Location
- 5 Magee Road Gander, Newfoundland, A1V 1W1 Canada

Information
- School type: Intermediate
- Founded: 1961
- Grades: 7-9
- Language: English
- Team name: Cardinals
- Website: www.k12.nf.ca/sptech/

= St. Paul's Intermediate School =

St. Paul's Intermediate School is a middle school in Gander, Newfoundland and Labrador. It is part of the Newfoundland and Labrador English School District, (NLESD), and has an attendance of approximately 400 students each year.

==History==
St. Paul's has undergone many changes since 1961 when it first opened its doors. It originally housed grades 7 through 11 on Bishop Street in Gander, Newfoundland and Labrador. In 1976, a new high school called St. Paul's High School was built with a DREE grant. This new complex is situated on Magee Road, formerly Gander Bay Road. In 1982, the school began housing grades 7 through 12 as the whole province moved to a credit system. Grade 12 was offered for the first time. A joint services agreement between the Nova Consolidated School Board and the Gander-Connaigre R.C. Board was initiated in 1995 making St. Paul's an Intermediate School with grades 8 & 9.

As of the 1998-99 year, the school has been re-designed once more as a grade 7-9 school. This school is now administered by the Newfoundland and Labrador English School District. Students in Gander and Benton attended Gander Academy for grades K-3, then Gander Elementary for grades 3-6 before entering St. Paul's. Upon graduation from St. Paul's, they enter Gander Collegiate for grades 10-12.

===September 11 attacks===
Following the September 11, 2001 attacks over 6000 passengers from grounded planes became stranded in Gander. To accommodate this influx of people students were sent home to allow passengers to stay in local schools. St.
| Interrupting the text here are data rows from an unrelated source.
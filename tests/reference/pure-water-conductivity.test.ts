/**
 * Conductivity of pure water: IAPWS release on electrolytic conductivity (after Marshall 1987), table II, published;
 * T. S. Light et al., Electrochem. Solid-State Lett. 8 (2005) E16, from memory (high at 25 degC, medium at 0 to 20, low at 50, medium at 100).
 * The two disagree by up to 4.9 % (10 degC): 2 % is taken as the standard uncertainty away from 25 degC.
 */
import { describe, expect, it } from 'vitest';
import {
  pureWaterConductivity,
  pureWaterConductivityAtDensity,
  pureWaterRelativeUncertainty,
} from '../../shared/science/water.ts';
import { relativeError } from './relative-error.ts';

describe('conductivity of pure water', () => {
  // Three printed digits: half a unit of the last one is at most 0.22 %.
  it.each([
    [600, 673.15, 1.57e-4],
    [900, 473.15, 4.19e-4],
    [1100, 273.16, 3.33e-6],
    [1100, 473.15, 2.28e-3],
  ])('reproduces the release at %d kg/m3 and %d K', (density, kelvin, siemensPerMetre) => {
    const computed = pureWaterConductivityAtDensity(kelvin - 273.15, density) / 1e4;
    expect(relativeError(computed, siemensPerMetre)).toBeLessThan(2.2e-3);
  });

  it('is 0.05501 uS/cm (18.18 Mohm cm) at 25 degC within the measured 0.0001', () => {
    expect(Math.abs(pureWaterConductivity(25) - 0.05501)).toBeLessThan(1e-4);
  });

  it.each([
    [0, 0.01161],
    [10, 0.02315],
    [20, 0.04205],
    [50, 0.172],
    [100, 0.7768],
  ])('meets the other lineage at %d degC within two and a half of the stated uncertainty', (t, other) => {
    expect(relativeError(pureWaterConductivity(t), other)).toBeLessThan(
      2.5 * pureWaterRelativeUncertainty(t),
    );
  });

  it('changes by 5.6 %/K at 25 degC, three times as fast as a salt solution', () => {
    const perK = Math.log(pureWaterConductivity(25.5) / pureWaterConductivity(24.5));
    expect(perK).toBeCloseTo(0.056, 3);
  });
});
Paul's was home to hundreds of passengers during this time. Meals and bunks were provided as well as television coverage of events in the cafeteria and internet access was allowed within the school's two computer labs.

==Sports==
St. Paul's mascot is the cardinal and the team colors are red and black. St. Paul's currently has varsity and junior varsity teams for basketball and volleyball.

There are 12 house teams which take part in three sports, basketball, volleyball, and soccer. With three teams per house for each sport, these teams take part in round-robin play to earn points for their respective houses.

St. Paul's gymnasium houses many activities unrelated to the school. Summer activities, tournaments, and other sports teams play and practice in the gymnasium.